Simulação computacional visando a produção de novos polímeros molecularmente impressos para análises clínicas e forenses

Abstract

Polímeros molecularmente impressos (MIPs) são soluções promissoras para a detecção de analitos devido à sua capacidade de mimetizar interações antígeno-anticorpo, além de serem acessíveis e versáteis em diversas condições de síntese. Esta tese objetivou desenvolver MIPs teóricos para o antígeno prostático específico (PSA) e o opioide fentanil. Diante da crescente incidência de câncer de próstata, métodos para monitorar precocemente o PSA são essenciais. Além disso, a crise dos opioides, principalmente nos EUA e Canadá, destaca a urgência na detecção eficaz de fentanil. No entanto, embora os MIPs sejam materiais estáveis, seletivos e sensíveis, a síntese desses materiais, especialmente para proteínas, apresenta desafios significativos, como a diminuição da seletividade. Como resultado desta tese, foi desenvolvido o Algoritmo de Ligação Molecular para Mapeamento de Superfície (MBASM), capaz de gerar complexos entre analitos e monômeros. A validação do MBASM + DFT demonstrou alta eficácia em comparação com o GFN2-xTB e o método Quantum Cluster Growth no CREST, otimizando as interações. Além disso, foram realizadas análises estruturais, propriedades de cargas (Hirshfeld), QTAIM, análise de orbitais moleculares, obtenção da energia de ligação e, para avaliar a força das interações moleculares, foram aplicadas análises de correlação de Spearman e testes de significância com bootstrap. Os monômeros funcionais promissores identificados incluem ácido itacônico, ácido 4-imidazoleacrílico e ácido metacrílico para PSA, e ácido metacrílico para fentanil. Em ambos os casos, o 1,4-divinilbenzeno foi recomendado como o monômero estrutural ideal.

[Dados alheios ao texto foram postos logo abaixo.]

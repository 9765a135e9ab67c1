"""Real-data suite: does a lift help forests on open data sets?

Every data set (:mod:`.real_data`, bundled with scikit-learn or statsmodels)
is split by repeated K-fold; in every outer fold each forest (random forest,
extra trees, histogram gradient boosting, scikit-learn defaults) is fitted
on the raw inputs, after PCA and PLS, after each lift alone and with the
inputs kept, and after the choice :class:`~splitlift.DirectionLiftCV` makes
by inner cross-validation on the training part only. All feature sets of a
fold share its rows and the forest's seed. Errors are mean squared error
(regression) and misclassification rate (classification); changes are
relative to the same forest on the raw inputs, with the standard error of
the paired fold-by-fold differences (approximate: repeated folds reuse rows).
"""

from __future__ import annotations

import warnings

import numpy as np
from sklearn.base import clone
from sklearn.decomposition import PCA
from sklearn.model_selection import RepeatedKFold, RepeatedStratifiedKFold
from sklearn.pipeline import make_pipeline
from sklearn.preprocessing import StandardScaler

from .._progress import parallel_map
from ..estimators import (
    AverageDerivative,
    GradientOuterProduct,
    HessianDirections,
    SlicedAverageVariance,
    SlicedInverse,
)
from ..selection import DirectionLiftCV, named_forest, prediction_error
from ..transformer import DirectionLift
from ._timing import table, timed
from .accuracy import _PLSFeatures
from .real_data import RealDataset, real_datasets

#: Downstream forests: short label -> name known to DirectionLiftCV.
FORESTS = {"RF": "random_forest", "ET": "extra_trees", "HGB": "hist_gradient_boosting"}
CHOICE = "CV choice"


def lift_estimators(classification: bool) -> dict:
    """Each estimator at its defaults (pHd needs a numeric response)."""
    chosen = {"SIR": SlicedInverse(), "SAVE": SlicedAverageVariance(),
              "pHd": HessianDirections(), "OPG": GradientOuterProduct(random_state=0),
              "ADE": AverageDerivative()}
    if classification:
        del chosen["pHd"]
    return chosen


def feature_sets(data: RealDataset, forest, quick: bool) -> dict:
    """Name -> transformer put ahead of the forest (None: raw inputs)."""
    k = min(2, data.X.shape[1])
    sets = {"raw": None,
            "PCA": make_pipeline(StandardScaler(), PCA(n_components=k)),
            "PLS": make_pipeline(StandardScaler(), _PLSFeatures(n_components=k))}
    estimators = lift_estimators(data.classification)
    for label, estimator in estimators.items():
        sets[label] = DirectionLift(estimator)
    for label, estimator in estimators.items():
        sets[f"{label}+in"] = DirectionLift(estimator, keep_inputs=True)
    sets[CHOICE] = DirectionLiftCV(forest=forest, cv=3 if quick else 5, random_state=0,
                                   progress=False)
    return sets


def _forest(label: str, classification: bool, quick: bool):
    forest = named_forest(FORESTS[label], classification, random_state=0)
    if quick:
        forest.set_params(**({"max_iter": 20} if label == "HGB" else {"n_estimators": 20}))
    return forest


def _evaluate_fold(data: RealDataset, train, test, forest_label: str, quick: bool) -> dict:
    """Errors of every feature set on one outer fold, the choice made and its fit time."""
    forest = _forest(forest_label, data.classification, quick)
    errors, choice, seconds, failures = {}, None, {}, {}
    with warnings.catch_warnings():
        warnings.simplefilter("ignore")
        for name, transformer in feature_sets(data, forest, quick).items():
            model = clone(forest) if transformer is None else make_pipeline(
                transformer, clone(forest))
            try:
                seconds[name], _ = timed(lambda model=model: model.fit(data.X[train],
                                                                      data.y[train]))
                errors[name] = prediction_error(model, data.X[test], data.y[test],
                                                data.classification)
            except Exception as error:  # missing in the tables, named below them
                errors[name] = np.nan
                failures[name] = f"{type(error).__name__}: {error}"
            if name == CHOICE and np.isfinite(errors[name]):
                choice = model[0].cv_results_["candidate"][model[0].best_index_]
    return {"data": data.name, "forest": forest_label, "errors": errors, "choice": choice,
            "seconds": seconds, "failures": failures}


def _folds(data: RealDataset, quick: bool) -> list:
    splitter = (RepeatedStratifiedKFold if data.classification else RepeatedKFold)(
        n_splits=3 if quick else 5, n_repeats=1 if quick else 2, random_state=0)
    return list(splitter.split(data.X, data.y))


def _summarise(records: list[dict], names: list[str]) -> dict:
    """Mean error of raw inputs, and change (and paired SE) of every set against raw."""
    errors = {name: np.array([r["errors"].get(name, np.nan) for r in records])
              for name in names}
    raw = errors["raw"]
    summary = {"raw_error": float(raw.mean()), "n_folds": len(records), "change": {},
               "change_se": {}}
    for name in names:
        difference = errors[name] - raw
        if np.isnan(difference).any():
            summary["change"][name] = summary["change_se"][name] = np.nan
            continue
        summary["change"][name] = float(difference.mean() / raw.mean())
        summary["change_se"][name] = float(difference.std(ddof=1) / np.sqrt(len(records))
                                           / raw.mean())
    summary["mean_error"] = {name: float(np.mean(errors[name])) for name in names}
    choices = [r["choice"] for r in records if r["choice"] is not None]
    summary["choices"] = {name: choices.count(name) for name in dict.fromkeys(choices)}
    summary["choice_seconds"] = float(np.median([r["seconds"].get(CHOICE, np.nan)
                                                 for r in records]))
    summary["raw_seconds"] = float(np.median([r["seconds"]["raw"] for r in records]))
    return summary


def _percent(value: float) -> str:
    return "-" if not np.isfinite(value) else f"{100 * value:+.1f}%"


def _outcome_counts(changes: np.ndarray, ses: np.ndarray) -> tuple[int, int, int]:
    """(lower, higher within one SE, higher by more than one SE).

    "Within" includes the boundary, up to rounding: when a choice differs
    from the raw inputs on a single fold, its mean difference equals its
    standard error exactly (one value d among J: mean d/J, SE d/J), and the
    two computed numbers may differ in the last bit either way.
    """
    lower = int(np.sum(changes < 0))
    worse = int(np.sum(changes > ses * (1 + 1e-9)))
    return lower, len(changes) - lower - worse, worse


def run_real(quick: bool, out, names=None, n_jobs=-1, forests=tuple(FORESTS)) -> dict:
    """Run the suite, print its tables to ``out`` and return the figures.

    ``names`` picks data sets and ``forests`` labels of :data:`FORESTS` (all by
    default); ``quick`` uses one 3-fold split, 20 trees and, unless named, the
    smallest tables only.
    """
    datasets = real_datasets(names)
    if quick:  # the smallest tables only: a smoke run of the whole harness
        datasets = [d for d in datasets if d.X.shape[0] <= 250] if names is None else datasets
    units = [(data, train, test, label) for data in datasets
             for train, test in _folds(data, quick) for label in forests]
    records = parallel_map(lambda unit: _evaluate_fold(*unit, quick), units, len(units),
                           "real-data suite", n_jobs)

    folds = "1 x 3" if quick else "2 x 5"
    out.write(f"\nreal data: {len(datasets)} open data sets, repeated K-fold ({folds}); "
              "forests with scikit-learn defaults" + (" (20 trees)" if quick else "") + "\n")
    out.write(table([{"data": d.name, "source": d.source, "n": d.X.shape[0],
                      "d": d.X.shape[1], "task": "class" if d.classification else "regr",
                      "target": d.target, "note": d.note} for d in datasets],
                    [("data", "data set", "s"), ("source", "source", "s"), ("n", "n", "d"),
                     ("d", "d", "d"), ("task", "task", "s"), ("target", "target", "s"),
                     ("note", "note", "s")]) + "\n")
    summaries: dict = {}
    for label in forests:
        for data in datasets:
            mine = [r for r in records if r["forest"] == label and r["data"] == data.name]
            order = list(mine[0]["errors"])
            summaries[(label, data.name)] = _summarise(mine, order)
    results = {"datasets": [{"name": d.name, "source": d.source, "n": int(d.X.shape[0]),
                             "d": int(d.X.shape[1]), "classification": d.classification}
                            for d in datasets],
               "summaries": {f"{label}/{name}": value
                             for (label, name), value in summaries.items()}}
    for label in forests:
        _write_forest_table(out, label, datasets, summaries)
    _write_verdict_table(out, datasets, summaries, results, forests)
    failed = [f"  {r['forest']} / {r['data']} / {name}: {message}"
              for r in records for name, message in r["failures"].items()]
    results["failures"] = failed
    if failed:
        out.write(f"\nfailed fits (shown as '-' above), {len(failed)}:\n"
                  + "\n".join(dict.fromkeys(failed)) + "\n")
    return results


def _write_forest_table(out, label: str, datasets, summaries) -> None:
    out.write(f"\n{label} ({FORESTS[label].replace('_', ' ')}): error on raw inputs, "
              "change of the mean error against it\n")
    rows, columns = [], None
    for data in datasets:
        summary = summaries[(label, data.name)]
        names = [n for n in summary["change"] if n != "raw"]
        columns = names if columns is None or len(names) > len(columns) else columns
        top = max(summary["choices"].items(), key=lambda item: item[1], default=("-", 0))
        rows.append({"data": data.name, "raw": summary["raw_error"],
                     **{n: _percent(summary["change"][n]) for n in names},
                     "se": _percent(summary["change_se"][CHOICE]).lstrip("+"),
                     "chosen": f"{top[0]} {top[1]}/{summary['n_folds']}"})
    spec = ([("data", "data set", "s"), ("raw", "raw", ".5g")]
            + [(n, n, "s") for n in columns]
            + [("se", "CV ± se", "s"), ("chosen", "most chosen", "s")])
    out.write(table(rows, spec) + "\n")


def _write_verdict_table(out, datasets, summaries, results, forests) -> None:
    """The targets: the CV choice against the same forest's raw inputs and the best raw forest."""
    out.write("\nthe DirectionLiftCV choice against raw inputs (lower / higher within one SE / "
              "higher by more than one SE; relative change of the mean error)\n")
    rows = []
    for label in forests:
        for reference in ("same forest raw", "best raw forest"):
            changes, ses = [], []
            for data in datasets:
                summary = summaries[(label, data.name)]
                if reference == "same forest raw":
                    change, se = summary["change"][CHOICE], summary["change_se"][CHOICE]
                else:
                    best = min(summaries[(other, data.name)]["raw_error"] for other in forests)
                    change = summary["mean_error"][CHOICE] / best - 1.0
                    se = np.nan
                changes.append(change)
                ses.append(se)
            changes, ses = np.array(changes), np.array(ses)
            lower, within, worse = _outcome_counts(changes, np.nan_to_num(ses, nan=0.0))
            rows.append({"forest": label, "against": reference,
                         "outcome": f"{lower} / {within} / {worse}"
                         if reference == "same forest raw" else f"{lower} lower, "
                         f"{len(changes) - lower} higher",
                         "median": _percent(float(np.median(changes))),
                         "worst": _percent(float(np.max(changes))),
                         "best": _percent(float(np.min(changes))),
                         "seconds": np.median([summaries[(label, d.name)]["choice_seconds"]
                                               for d in datasets])})
    out.write(table(rows, [("forest", "forest", "s"), ("against", "against", "s"),
                           ("outcome", "outcome", "s"), ("median", "median", "s"),
                           ("worst", "worst", "s"), ("best", "best", "s"),
                           ("seconds", "fit s (median)", ".1f")]) + "\n")
    results["verdict"] = rows
    out.write("\nevery fixed feature set against the same forest on raw inputs "
              "(data sets lower / higher by more than one SE; median change)\n")
    names = [n for n in summaries[(forests[0], datasets[0].name)]["change"] if n != "raw"]
    fixed = []
    for name in names:
        row = {"set": name}
        for label in forests:
            changes = np.array([summaries[(label, d.name)]["change"].get(name, np.nan)
                                for d in datasets])
            ses = np.array([summaries[(label, d.name)]["change_se"].get(name, np.nan)
                            for d in datasets])
            known = np.isfinite(changes)
            lower, _, worse = _outcome_counts(changes[known], ses[known])
            row[label] = (f"{lower}/{worse} {_percent(float(np.median(changes[known])))}"
                          if known.any() else "-")
        fixed.append(row)
    out.write(table(fixed, [("set", "feature set", "s")]
                    + [(label, label, "s") for label in forests]) + "\n")
    results["fixed_sets"] = fixed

Molecularly imprinted polymers (MIPs) are promising solutions for analyte detection due to their ability to mimic antigen-antibody interactions, as well as being accessible and versatile under various synthesis conditions. This thesis aimed to develop theoretical MIPs for prostate-specific antigen (PSA) and the opioid fentanyl. Given the rising incidence of prostate cancer, methods for early monitoring of PSA are essential. Additionally, the opioid crisis, particularly in the USA and Canada, highlights the urgency for effective fentanyl detection. However, although MIPs are stable, selective, and sensitive materials, the synthesis of these materials, especially for proteins, presents significant challenges, such as reduced selectivity. As a result of this thesis, the Molecular Binding Algorithm for Surface Mapping (MBASM) was developed, capable of generating complexes between analytes and monomers. The validation of MBASM + DFT demonstrated high efficiency compared to GFN2-xTB and the Quantum Cluster Growth method in CREST, optimizing the interactions. Additionally, structural analyses, charge properties (Hirshfeld), QTAIM, molecular orbital analysis, and binding energy calculations were performed. To assess the strength of molecular interactions, Spearman correlation analyses and significance tests with bootstrap were applied. The promising functional monomers identified include itaconic acid, 4-imidazoleacrylic acid, and methacrylic acid for PSA, and methacrylic acid for fentanyl. In both cases, 1,4-divinylbenzene was recommended as the ideal structural monomer.